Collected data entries

+===+

@nb.njit(cache=True)
def clique_greedy(adj, weights, n, starts):
    """Best of ``starts`` greedy cliques: start at vertex s (s = 0..starts-1), then add
    vertices in index order when adjacent to all chosen. Returns (weight, size, vertices)."""
    nwords = adj.shape[1]
    cand = np.empty(nwords, np.uint64)
    best_w = 0
    best = np.empty(0, np.int64)
    chosen = np.empty(n, np.int64)
    for s in range(min(starts, n)):
        for j in range(nwords):
            cand[j] = adj[s, j]
        chosen[0] = s
        m = 1
        w = weights[s]
        for v in range(n):
            if (cand[v >> 6] >> np.uint64(v & 63)) & np.uint64(1):
                chosen[m] = v
                m += 1
                w += weights[v]
                for j in range(nwords):
                    cand[j] &= adj[v, j]
        if w > best_w:
            best_w = w
            best = chosen[:m].copy()
    return best_w, best


@nb.njit(cache=True)
def code_adjacency(packed, planes, limbs, d):
    """Bitset graph on packed words: i ~ j iff i != j and their Hamming distance is >= d.

    ``packed`` is (N, planes * limbs) uint64 in the package's packed-word layout (planes
    contiguous); two words differ at a position iff some plane differs there.
    """
    n = packed.shape[0]
    nwords = (n + 63) >> 6
    out = np.zeros((n, nwords), np.uint64)
    for i in range(n):
        for j in range(i + 1, n):
            dist = 0
            for l in range(limbs):
                x = np.uint64(0)
                for p in range(planes):
                    x |= packed[i, p * limbs + l] ^ packed[j, p * limbs + l]
                dist += popcount64(x)
            if dist >= d:
                out[i, j >> 6] |= np.uint64(1) << np.uint64(j & 63)
                out[j, i >> 6] |= np.uint64(1) << np.uint64(i & 63)
    return out




# ======================================================================= heuristics (greedy, local search)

+===+

__Instructions to follow__: Retype exactly the lines of the data above, starting at its first line and finishing with the line that has "chosen[0] = s" in it.

__Answer section__:
@nb.njit(cache=True)
def clique_greedy(adj, weights, n, starts):
    """Best of ``starts`` greedy cliques: start at vertex s (s = 0..starts-1), then add
    vertices in index order when adjacent to all chosen. Returns (weight, size, vertices)."""
    nwords = adj.shape[1]
    cand = np.empty(nwords, np.uint64)
    best_w = 0
    best = np.empty(0, np.int64)
    chosen = np.empty(n, np.int64)
    for s in range(min(starts, n)):
        for j in range(nwords):
            cand[j] = adj[s, j]
        chosen[0] = s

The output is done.